The report argues that consumers need to change their behaviour, but businesses, national and local government must also act to reduce the number of polluting van and lorry journeys at all stages of the delivery process.
It calls on the Mayor of London to work with parcel delivery companies to put 90% of Londoners within 250m of a universal parcel pick-up/drop-off point by 2025, equivalent to installing 10,000 in-store pick-up points or lockers across the city. According to Centre for London, only 17% of parcels are delivered this way in London at present, despite pick-up options generally being cheaper than home deliveries.
Thus, the report argues that introducing more of these pick-up points would allow companies to deliver large numbers of parcels at once to fewer locations, reducing vehicle traffic on the roads, and the knock-on-effect on air pollution and congestion. It could also mean that Londoners receive their parcels the first time they’re delivered: an estimated 60% of untimed home deliveries end in failure, and redeliveries increase van traffic on the roads.
The report also recommends that the Mayor of London is given new powers to incentivise Londoners to use pick-up/drop-off locations.
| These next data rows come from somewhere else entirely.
package scan

import (
	"fmt"
	"math"
	"math/rand/v2"
	"testing"
)

// medianBenchSets returns count slices of n heights, m: scanner noise of
// 8 µm about a height that differs between slices (a cell's samples).
func medianBenchSets(n, count int) [][]float64 {
	r := rand.New(rand.NewPCG(1, uint64(n)))
	sets := make([][]float64, count)
	for s := range sets {
		z0 := 1e-3 * r.Float64()
		a := make([]float64, n)
		for i := range a {
			a[i] = z0 + 8e-6*r.NormFloat64()
		}
		sets[s] = a
	}
	return sets
}

// benchMedians runs median on copies of 1024 sets of n noisy heights in
// turn (a copy per call, as the callers gather theirs).
func benchMedians(b *testing.B, n int, median func([]float64) float64) {
	sets := medianBenchSets(n, 1024)
	buf := make([]float64, n)
	sink := 0.0
	i := 0
	for b.Loop() {
		copy(buf, sets[i&1023])
		sink += median(buf)
		i++
	}
	if sink == 0 {
		b.Log(sink)
	}
}

// BenchmarkMedianOf compares medianOf with medianInPlace (its reference)
// on the slice lengths the grid's callers see most: 16 samples a cell
// (binCloud), 49 cells a window (windowMedians), 64 samples a reference
// cell (refStart).
func BenchmarkMedianOf(b *testing.B) {
	for _, n := range []int{4, 16, 49, 64} {
		b.Run(fmt.Sprintf("n=%d/old", n), func(b *testing.B) { benchMedians(b, n, medianInPlace) })
		b.Run(fmt.Sprintf("n=%d/new", n), func(b *testing.B) { benchMedians(b, n, medianOf) })
	}
}

// dishRefField returns a reference grid of 1 mm cells over a 210 mm
// square and cell medians of a 200 mm dish on it (0.4 mm sag, 1 µm
// noise; NaN off the base), m.
func dishRefField() (refGrid, []float64) {
	r := rand.New(rand.NewPCG(2, 3))
	g := refGrid{nx: 210, ny: 210, h: 1e-3}
	f := make([]float64, g.nx*g.ny)
	for q := range f {
		x, y := float64(q%g.nx-g.nx/2)*g.h, float64(q/g.nx-g.ny/2)*g.h
		rr := (x*x + y*y) / (0.1 * 0.1)
		f[q] = nan
		if rr <= 1 {
			f[q] = 0.4e-3*(1-rr) + 1e-6*r.NormFloat64()
		}
	}
	return g, f
}

// BenchmarkWindowMedians compares, on one worker, windowRowMedians with
// gathering every window and taking medianInPlace of it (the former
// code), over a dish's reference grid.
func BenchmarkWindowMedians(b *testing.B) {
	g, med := dishRefField()
	out := make([]float64, g.nx*g.ny)
	buf := make([]float64, 0, (2*refMedianHalf+1)*(2*refMedianHalf+1))
	for _, v := range []struct {
		name string
		run  func()
	}{
		{"old", func() {
			for q := range out {
				buf = gatherWindow(g, med, q%g.nx, q/g.nx, buf)
				out[q] = nan
				if len(buf) > 0 {
					out[q] = medianInPlace(buf)
				}
			}
		}},
		{"new", func() {
			for j := range g.ny {
				buf = windowRowMedians(g, med, j, out[j*g.nx:(j+1)*g.nx], buf)
			}
		}},
	} {
		b.Run(v.name, func(b *testing.B) {
			for b.Loop() {
				v.run()
			}
			b.ReportMetric(float64(b.Elapsed().Nanoseconds())/float64(b.N*len(out)), "ns/cell")
		})
	}
}

// gatherWindow returns the non-NaN values of med over the window of cell
// (i, j), row by row, in buf's storage.
func gatherWindow(g refGrid, med []float64, i, j int, buf []float64) []float64 {
	buf = buf[:0]
	for jj := max(0, j-refMedianHalf); jj <= min(g.ny-1, j+refMedianHalf); jj++ {
		for ii := max(0, i-refMedianHalf); ii <= min(g.nx-1, i+refMedianHalf); ii++ {
			if v := med[jj*g.nx+ii]; !math.IsNaN(v) {
				buf = append(buf, v)
			}
		}
	}
	return buf
}

// BenchmarkCellMediansPLY2M compares medianOf with medianInPlace on the
// heights of the cells of the levelled 2 million point scan (0.125 mm
// spacing), gathered in index order as refStart and binCloud do: on the
// reference grid (1 mm cells, about 64 samples) and on a 0.5 mm grid
// like binCloud's (about 16). ns/cell is per cell holding samples.
func BenchmarkCellMediansPLY2M(b *testing.B) {
	l := levelledFile(b, benchPLY)
	pts := l.Cloud.Points
	x, y, z := make([]float64, len(pts)), make([]float64, len(pts)), make([]float64, len(pts))
	for i, p := range pts {
		x[i], y[i], z[i] = p.X, p.Y, p.Z
	}
	for _, grid := range []struct {
		name  string
		cellM float64
	}{{"ref-1mm", OutlierCutoffM / refCellsPerCutoff}, {"grid-0.5mm", 0.5e-3}} {
		cells := cellHeights(newRefGrid(x, y, grid.cellM), x, y, z)
		for _, m := range []struct {
			name   string
			median func([]float64) float64
		}{{"old", medianInPlace}, {"new", medianOf}} {
			b.Run(grid.name+"/"+m.name, func(b *testing.B) {
				var buf []float64
				for b.Loop() {
					for _, a := range cells {
						buf = append(buf[:0], a...)
						m.median(buf)
					}
				}
				b.ReportMetric(float64(b.Elapsed().Nanoseconds())/float64(b.N*len(cells)), "ns/cell")
			})
		}
	}
}

// cellHeights returns the heights of each cell of g holding samples, in
// index order.
func cellHeights(g refGrid, x, y, z []float64) [][]float64 {
	cellOf := make([]int32, len(z))
	for i := range z {
		cellOf[i] = int32(g.cell(x[i], y[i]))
	}
	byCell, start := sortByCell(cellOf, g.nx*g.ny)
	var cells [][]float64
	for q := range g.nx * g.ny {
		if start[q] == start[q+1] {
			continue
		}
		a := make([]float64, 0, start[q+1]-start[q])
		for _, i := range byCell[start[q]:start[q+1]] {
			a = append(a, z[i])
		}
		cells = append(cells, a)
	}
	return cells
}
This could include an online sales tax for at-home deliveries, which could also encourage delivery companies to set up more pick-up/drop-off locations across the city.
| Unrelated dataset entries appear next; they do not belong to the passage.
package scan

import (
	"bytes"
	"compress/gzip"
	"errors"
	"fmt"
	"os"
	"path/filepath"
	"runtime"
	"testing"

	"gapflux/scan/ply"
	"gapflux/scan/stl"
	"gapflux/scan/xyz"
	"gonum.org/v1/gonum/spatial/r3"
)

// ReadBytesPerInputByte bounds what ReadFile allocates in all (so also at
// its peak) per byte of a plain input file, for a mesh whose vertices are
// shared by their facets or a point cloud: binary STL and PLY, text.
// Measured by TestReadMemory; the README states them.
var readAllocBound = map[string]float64{
	"stl-binary": 1.6, // 50 B/facet → ~60 B held: normal 24, face 12, half a vertex 12, hash table 4–8
	"stl-ascii":  1.2, // ~300 B/facet of text; the slices grow as the facets come
	"ply-binary": 2.5, // 12 B/vertex → 24 B; 13 B/face → 12 B
	"xyz":        2.5, // ≥ 20 B/point of text ("12.345 67.890 0.123\n") → 24 B
	"xyz+gz":     3.5, // per decompressed byte: the slices grow by doubling
}

// mesh returns a grid mesh of about 2·n² facets over a 200 mm square.
func memMesh(n int) (pts []r3.Vec, faces [][3]int32) {
	for j := 0; j <= n; j++ {
		for i := 0; i <= n; i++ {
			x, y := 200*float64(i)/float64(n)-100, 200*float64(j)/float64(n)-100
			pts = append(pts, r3.Vec{X: x, Y: y, Z: 1e-3 * (x*x + y*y) / 100})
		}
	}
	for j := range n {
		for i := range n {
			a := int32(j*(n+1) + i)
			faces = append(faces, [3]int32{a, a + 1, a + int32(n) + 2}, [3]int32{a, a + int32(n) + 2, a + int32(n) + 1})
		}
	}
	return pts, faces
}

// allocated returns the bytes ReadFile allocates reading path.
func allocated(t *testing.T, path string) uint64 {
	t.Helper()
	runtime.GC()
	var a, b runtime.MemStats
	runtime.ReadMemStats(&a)
	c, err := ReadFile(path, ReadOptions{})
	runtime.ReadMemStats(&b)
	if err != nil {
		t.Fatal(err)
	}
	runtime.KeepAlive(c)
	return b.TotalAlloc - a.TotalAlloc
}

// TestReadMemory: reading holds the per-format bound on allocations
// (issue 14, item 13), with the slack stated in readAllocBound.
func TestReadMemory(t *testing.T) {
	if testing.Short() {
		t.Skip("writes some 60 MB of scans")
	}
	pts, faces := memMesh(700) // 980 000 facets, 491 401 vertices
	soup := make([]r3.Vec, 0, 3*len(faces))
	for _, f := range faces {
		soup = append(soup, pts[f[0]], pts[f[1]], pts[f[2]])
	}
	dir := t.TempDir()
	write := func(name string, enc func(*bytes.Buffer) error) (string, int64) {
		var buf bytes.Buffer
		if err := enc(&buf); err != nil {
			t.Fatal(err)
		}
		path := filepath.Join(dir, name)
		if err := os.WriteFile(path, buf.Bytes(), 0o644); err != nil {
			t.Fatal(err)
		}
		return path, int64(buf.Len())
	}
	files := []struct {
		name, bound string
		enc         func(*bytes.Buffer) error
	}{
		{"a.stl", "stl-binary", func(b *bytes.Buffer) error { return stl.WriteBinary(b, &stl.Mesh{Vertices: soup}) }},
		{"b.stl", "stl-ascii", func(b *bytes.Buffer) error { return stl.WriteASCII(b, &stl.Mesh{Vertices: soup[:300000]}) }},
		{"c.ply", "ply-binary", func(b *bytes.Buffer) error {
			return ply.Write(b, &ply.Cloud{Points: pts, Faces: faces}, ply.WriteOptions{Format: ply.BinaryLittleEndian, VertexType: "float"})
		}},
		{"d.xyz", "xyz", func(b *bytes.Buffer) error { return xyz.Write(b, &xyz.Cloud{Points: pts}, xyz.WriteOptions{}) }},
		{"e.xyz.gz", "xyz+gz", func(b *bytes.Buffer) error {
			var raw bytes.Buffer
			if err := xyz.Write(&raw, &xyz.Cloud{Points: pts}, xyz.WriteOptions{}); err != nil {
				return err
			}
			t.Logf("e.xyz.gz: %d bytes decompressed", raw.Len())
			w := gzip.NewWriter(b)
			w.Write(raw.Bytes())
			return w.Close()
		}},
	}
	for _, f := range files {
		path, size := write(f.name, f.enc)
		got := allocated(t, path)
		per := float64(got) / float64(size)
		if f.bound == "xyz+gz" {
			var raw bytes.Buffer
			xyz.Write(&raw, &xyz.Cloud{Points: pts}, xyz.WriteOptions{})
			per = float64(got) / float64(raw.Len())
		}
		t.Logf("%s (%s): %d bytes, %d allocated, %.2f per input byte (bound %.1f)", f.name, f.bound, size, got, per, readAllocBound[f.bound])
		if per > readAllocBound[f.bound] {
			t.Errorf("%s: %.2f bytes allocated per input byte, bound %.1f", f.name, per, readAllocBound[f.bound])
		}
	}
}

// TestReadGzipBombMemory: a 3 MB gzip bomb stops at MaxGzipRatio with an
// error before it costs more than readAllocBound["xyz+gz"] times what the
// ratio lets through.
func TestReadGzipBombMemory(t *testing.T) {
	if testing.Short() {
		t.Skip("decompresses some 100 MB")
	}
	line := []byte("12.345678 -98.765432 0.001234\n")
	var buf bytes.Buffer
	w, _ := gzip.NewWriterLevel(&buf, gzip.BestCompression)
	for range (1 << 30) / len(line) { // 1 GiB of one line repeated
		w.Write(line)
	}
	w.Close()
	path := filepath.Join(t.TempDir(), "bomb.xyz.gz")
	if err := os.WriteFile(path, buf.Bytes(), 0o644); err != nil {
		t.Fatal(err)
	}
	runtime.GC()
	var a, b runtime.MemStats
	runtime.ReadMemStats(&a)
	_, err := ReadFile(path, ReadOptions{})
	runtime.ReadMemStats(&b)
	if !errors.Is(err, ErrGzipRatio) {
		t.Fatalf("error %v, want ErrGzipRatio", err)
	}
	limit := float64(gzipAllowance + MaxGzipRatio*int64(buf.Len()))
	got := float64(b.TotalAlloc - a.TotalAlloc)
	t.Logf("bomb: %d bytes compressed, stopped after at most %.0f MiB decompressed; %.0f MiB allocated (%s)",
		buf.Len(), limit/(1<<20), got/(1<<20), fmt.Sprint(err)[:60])
	if got > readAllocBound["xyz+gz"]*limit {
		t.Errorf("%.0f MiB allocated, bound %.0f MiB", got/(1<<20), readAllocBound["xyz+gz"]*limit/(1<<20))
	}
}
The report also calls on the mayor to introduce a pay-per-mile road user charging scheme that could give priority to delivery and servicing vehicles. This could help to cut congestion, save time and money for drivers and businesses, and reduce the number of private car trips.
The report welcomes the recent extension to the Ultra Low Emission Zone but highlights that many diesel and petrol vans are already compliant with the scheme standards so don’t have to pay the fine.
Alongside the shift to EVs, forecasts suggest that at least 4,000 rapid charging points will be needed in London by 2025, an 800% increase from the 500 in the city at the end of 2020. The report argues that national government should fund the installation of charging facilities at commercial properties such as consolidation centres, and invest in reactivating London’s piers, wharves and rail-road interchanges as viable alternatives to van and lorry journeys on London’s roads.
The report also highlights how a shortage of land available for logistics in central London can increase the distance that vans have to travel. It calls for the mayor to work with local authorities to ensure space is available for logistics hubs where delivery companies can consolidate deliveries.
The report also suggests that London boroughs should also embrace dynamic kerb management to give delivery vehicles reliable access to space for loading and unloading, and avoid unnecessary additional driving.